13🍺ÇIRILÇIPLAK

38.4K 855 621
                                    

Oy vermeyi UNUTMAYIN.

Kapana sıkışmak... son zamanlarda tattığım en büyük lezzetti. Bu öyle çelişkili bir tatdı ki, kendimi birkaç haftadır fare gibi hissetmeye başlamıştım. Nerede hata yapıyordum, ya da değiştiriyorum, nerede hataya maruz kalıyordum bilmiyorum ama artık birilerinin bana hem ruhen hemde bedenen yardımcı olması gerekiyordu.
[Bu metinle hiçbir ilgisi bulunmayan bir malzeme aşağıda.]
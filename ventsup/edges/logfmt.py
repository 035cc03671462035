"""Log output for the daemon: plain text lines or one JSON object a line.

The daemon logs through :mod:`logging` only; :func:`configure_logging` sets the
root handler once, at start. JSON lines carry ``time`` (ISO 8601, UTC),
``level``, ``logger`` and ``message``, any ``extra`` fields given to the log
call, and ``exception`` with the traceback text when there is one, so that a
journal or a log shipper can filter on them.
"""

from __future__ import annotations

import json
import logging
import sys
from datetime import UTC, datetime
from typing import Any, Literal, TextIO

__all__ = ["JsonLineFormatter", "configure_logging"]

LogFormat = Literal["text", "json"]

# Attributes every LogRecord has; anything else on a record came from ``extra``.
_STANDARD = frozenset(vars(logging.makeLogRecord({}))) | {"message", "asctime", "taskName"}
_TEXT_FORMAT = "%(asctime)s %(levelname)-7s %(name)s: %(message)s"


class JsonLineFormatter(logging.Formatter):
    """Formats a record as one JSON object on one line."""

    def format(self, record: logging.LogRecord) -> str:
        entry: dict[str, Any] = {
            "time": datetime.fromtimestamp(record.created, UTC).isoformat(timespec="milliseconds"),
            "level": record.levelname.lower(),
            "logger": record.name,
            "message": record.getMessage(),
        }
        for key, value in vars(record).items():
            if key not in _STANDARD and not key.startswith("_"):
                entry[key] = value
        if record.exc_info:
            entry["exception"] = self.formatException(record.exc_info)
        return json.dumps(entry, default=str, ensure_ascii=False)


def configure_logging(
    fmt: LogFormat = "text", level: int = logging.INFO, stream: TextIO | None = None
) -> logging.Handler:
    """Send every log record at ``level`` and above to ``stream`` (stderr) as ``fmt``.

    Replaces the handlers of the root logger; returns the new handler.
    """
    handler = logging.StreamHandler(stream if stream is not None else sys.stderr)
    if fmt == "json":
        handler.setFormatter(JsonLineFormatter())
    elif fmt == "text":
        handler.setFormatter(logging.Formatter(_TEXT_FORMAT))
    else:
        raise ValueError(f"got log format {fmt!r}, expected 'text' or 'json'")
    root = logging.getLogger()
    for old in list(root.handlers):
        root.removeHandler(old)
    root.addHandler(handler)
    root.setLevel(level)
    # paho's own debug chatter is only useful when debugging the connection.
    logging.getLogger("ventsup.mqtt.paho").setLevel(max(level, logging.WARNING))
    return handler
"Artık beni sal, be adam!"

İsyan dolu sözlerime karşı, hırıltılı gülüşü kulaklarıma dolduğunda arkama dönmeyi, dudaklarının kıvrılışını görmeyi o kadar çok istedim ki... Sonra bu isteğimin saçmalığına kızıp, debelenmeye başladım. Kafasını omzuma koydu, ılık nefesinin boynuma çarpışını hissedince iyice gerilmiş, dudaklarıma doluşan kelimeleri toparlayıp tek bir cümle hâline bile getirememiştim. Zincir ise ondan etkilendiğimi anlamış gibi, inadına, kollarını sıkılaştırıp dudaklarını boynuma sürttü. "Bırak." Dedim nihayet, sesimin titremesine engel olamazken.
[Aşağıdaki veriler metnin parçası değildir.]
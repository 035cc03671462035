"""Logged point data for replay: CSV and Parquet, wide or long form (pandas, pyarrow).

A log becomes a :class:`PointLog`: per point, the times [s since the epoch,
UTC] and SI values of its samples, as columns (numpy arrays), so that a year
of one-minute data for a hundred zones fits in memory and can be searched
vectorised. :meth:`PointLog.samples` gives the same data as a list of
:class:`~ventsup.core.inputs.Sample` for the per-step replay.

Forms (see ``docs/replay.md``)
------------------------------
- **wide**: a ``timestamp`` column and one column per point, named as in the
  site config; one row per time, rows strictly increasing in time. An empty
  cell means "no sample". A header ``name [unit]`` (``outdoor_temp [degF]``)
  gives that column's unit; without one, values are SI.
- **long**: the columns ``timestamp``, ``point`` and ``value`` (and optionally
  ``unit``); one row per sample, rows in time order (equal times allowed for
  different points), no point twice at one time.

Values are SI unless a unit is given: °C, % RH, m/s, degrees from north, ppm,
opening fraction 0-1; binary points as 0/1, true/false or the point's own
true/false words. Values the daemon would reject (outside the point's
plausible range, infinite) are not held, as live; they are counted in
:attr:`PointLog.rejected`.

Times: an ISO 8601 timestamp with a UTC offset (``2027-06-15T14:00:00-05:00``,
``...Z``) is taken as it is; a naive one is read in the site's time zone (and
:attr:`PointLog.time_note` says so); a naive time that the daylight-saving
change makes ambiguous or skips is an error naming the row. Plain numbers are
seconds since the Unix epoch (UTC). Parquet timestamp columns may also be
datetimes (with or without a zone).

Errors::

    VentsupError        (ventsup.config.errors)
    └── LogError        a log that cannot be replayed; the message starts with
                        ``file:row`` (the header is row 1, the first data row 2)
"""

from __future__ import annotations

import math
import re
from collections.abc import Iterable, Mapping, Sequence
from dataclasses import dataclass, field
from datetime import datetime, timedelta
from pathlib import Path
from zoneinfo import ZoneInfo

import numpy as np
import numpy.typing as npt
import pandas as pd

from ventsup.config.errors import VentsupError
from ventsup.config.model import PointKind, SiteConfig
from ventsup.config.units import UnitError, parse_quantity
from ventsup.core.inputs import Sample

__all__ = [
    "LogError",
    "PointLog",
    "PointSeries",
    "iso_times",
    "needed_points",
    "parse_times",
    "read_log",
    "read_wide_csv",
    "write_table",
]

FloatArray = npt.NDArray[np.float64]
IntArray = npt.NDArray[np.int64]

_TRUE = ("1", "true", "on", "yes")
_FALSE = ("0", "false", "off", "no")
_NAN_WORDS = ("nan", "na", "null", "none")
_CSV_SUFFIXES = (".csv", ".txt", ".csv.gz")
_PARQUET_SUFFIXES = (".parquet", ".pq")
_HEADER_UNIT = re.compile(r"^\s*(?P<name>[^\[\]\s]+)\s*\[(?P<unit>[^\[\]]+)\]\s*$")
_HAS_TIME = re.compile(r"\d[T ]\d{1,2}:\d{2}")
_OFFSET = re.compile(r"(?:[Zz]|[+-]\d{2}(?::?\d{2})?)$")
_EPOCH = re.compile(r"^[+-]?\d+(?:\.\d*)?$")
_NS = 1_000_000_000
Polisler arabanın içinde miydi, araba boş muydu göremiyordum. Polis aracıyla aramızda küçümsenemeyecek bir mesafe vardı ve Zincir'in elinden kurtulmayı başarsam saniyesinde tekrardan kollarının arasında bulurdum kendimi.

"Bırakır mısın?" Diye tısladım dişlerimin arasından, bu kez ricaydı çünkü sinirlenmeye başlıyordum, normal hayatımda da birilerinin beni durdurmasından, tutmasından, omzumu dürtmesinden ya da önüme geçmesinden hoşlanan bir insan değildim ama maşallah Zincir, bunların hepsini her gün bir posta yapıyordu.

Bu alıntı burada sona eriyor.